Overall, OLED's benefits would highly outweigh any harmful effects it might not even have in the future.
A challenger appears
written by Ryoko, December 02, 2008
There is also another technology to compete against CFLS, LEDs and OLEDs which is called Electron Stimulated Luminescence (ESL) and is due to be released 1stQ 2009 by a company called "Vu1". The lamps are dimmable, very efficient and have no toxic chemicals. They look like regular bulbs and have the same color spectrum.

Which ever technology wins, it looks like incandescent bulb's days are numbered.
written by Dan, December 03, 2008
Boy those sure are some smart folk that come up with those ideas!
Re: Significant health risks
written by Corey, December 03, 2008
These are thin films; The total volume is get generic viagra online quite small. Your house has worse chemicals in it in much larger volumes. If your house burns down you have bigger issues then your OLED lights.
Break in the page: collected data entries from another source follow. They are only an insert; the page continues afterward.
import { levenbergMarquardt } from "ml-levenberg-marquardt";

export interface LeastSquaresFit {
  readonly parameters: readonly number[];
  /** Covariance of the parameters for the uncertainties given; undefined where the data leave a parameter free. */
  readonly covariance: readonly (readonly number[])[] | undefined;
  /** Sum of squared residuals, each in units of its standard uncertainty. */
  readonly chiSquared: number;
  readonly degreesOfFreedom: number;
  /** Measured less fitted, in the data's own unit. */
  readonly residuals: readonly number[];
}

/**
 * Weighted least squares with the covariance of the parameters, by a Levenberg-Marquardt library.
 *
 * Data are divided by their uncertainty beforehand, and the library's tolerances are set to nothing: its
 * defaults stop at a sum of squares of 1e-7 and after forward differences of 0.1, both far too coarse here. The
 * covariance (J^T J)^-1 is taken at the solution by central differences.
 *
 * Source: Levenberg 1944, Marquardt 1963; covariance as in any text on regression (from memory)
 * Valid:  a start inside the valley of the solution; at least as many data as parameters
 *
 * @param measured   data
 * @param standard   standard uncertainty of each [same unit], above 0
 * @param predict    data that belong to given parameters
 * @param start      first guess
 * @param step       step of the differences, one a parameter: small against the scale on which `predict` bends
 * @param low, high  limits of the parameters, optional
 * @throws RangeError on fewer data than parameters
 */
export function leastSquares({
  measured,
  standard,
  predict,
  start,
  step,
  low,
  high,
}: {
  readonly measured: readonly number[];
  readonly standard: readonly number[];
  readonly predict: (parameters: readonly number[]) => readonly number[];
  readonly start: readonly number[];
  readonly step: readonly number[];
  readonly low?: readonly number[];
  readonly high?: readonly number[];
}): LeastSquaresFit {
  if (measured.length < start.length || measured.length < 2) {
    throw new RangeError(`${start.length} parameters need at least ${Math.max(2, start.length)} data`);
  }
  const whitened = (parameters: readonly number[]) =>
    predict(parameters).map((value, i) => value / standard[i]!);
  const { parameterValues } = levenbergMarquardt(
    { x: measured.map((_, i) => i), y: measured.map((value, i) => value / standard[i]!) },
    (parameters) => {
      const values = whitened(parameters);
      return (i) => values[i]!;
    },
    {
      initialValues: start,
      centralDifference: true,
      gradientDifference: step,
      errorTolerance: 0,
      maxIterations: 60,
      ...(low && { minValues: low }),
      ...(high && { maxValues: high }),
    },
  );
  const slopes = step.map((delta, k) => {
    const shifted = (sign: number) =>
      whitened(parameterValues.map((value, i) => (i === k ? value + sign * delta : value)));
    const up = shifted(1);
    const down = shifted(-1);
    return up.map((value, i) => (value - down[i]!) / (2 * delta));
  });
  const normal = slopes.map((a) => slopes.map((b) => a.reduce((sum, value, i) => sum + value * b[i]!, 0)));
  const residuals = predict(parameterValues).map((value, i) => measured[i]! - value);
  return {
    parameters: parameterValues,
    covariance: inverse(normal),
    chiSquared: residuals.reduce((sum, residual, i) => sum + (residual / standard[i]!) ** 2, 0),
    degreesOfFreedom: measured.length - start.length,
    residuals,
  };
}

/**
 * Inverse of a small symmetric matrix by Gauss-Jordan elimination, its diagonal scaled to 1; undefined where it is
 * not positive definite.
 */
function inverse(matrix: readonly (readonly number[])[]): number[][] | undefined {
  const size = matrix.map((row, i) => Math.sqrt(row[i]!));
  const rows = matrix.map((row, i) => [
    ...row.map((value, j) => value / (size[i]! * size[j]!)),
    ...row.map((_, j) => (i === j ? 1 : 0)),
  ]);
  for (const [i, pivotRow] of rows.entries()) {
    const pivot = pivotRow[i]!;
    if (!(pivot > 1e-12)) return undefined;
    for (let j = 0; j < pivotRow.length; j++) pivotRow[j] = pivotRow[j]! / pivot;
    for (const row of rows) {
      if (row === pivotRow) continue;
      const factor = row[i]!;
      for (let j = 0; j < row.length; j++) row[j] = row[j]! - factor * pivotRow[j]!;
    }
  }
  return rows.map((row, i) => row.slice(matrix.length).map((value, j) => value / (size[i]! * size[j]!)));
}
Life produces nasty chemicals.
written by ben, December 03, 2008
Burning pine rosin creates nasty chemicals. In fact, BBQ sauce has nasty chemicals in it. Why do you think that smoking meat preserves it? It creates a poisonous layer that kills small microbes. We are much larger animals so we can digest this poison without too much harm.
written by robin, December 04, 2008
Boy those sure are some smart folk that come up with those ideas!
written by Erik, December 22, 2008
These are thin films; The total volume is quite small. Your house has worse chemicals in it in much larger volumes. If your house burns down you have bigger issues then your OLED lights...
written by Carl, April 30, 2010
This is a fantastic discovery. 60 lumens per watt is a substantial gain over traditional bulbs.
written by Bioman, November 10, 2010
OK, it's been 2 years since this breakthrough... So where are the lights?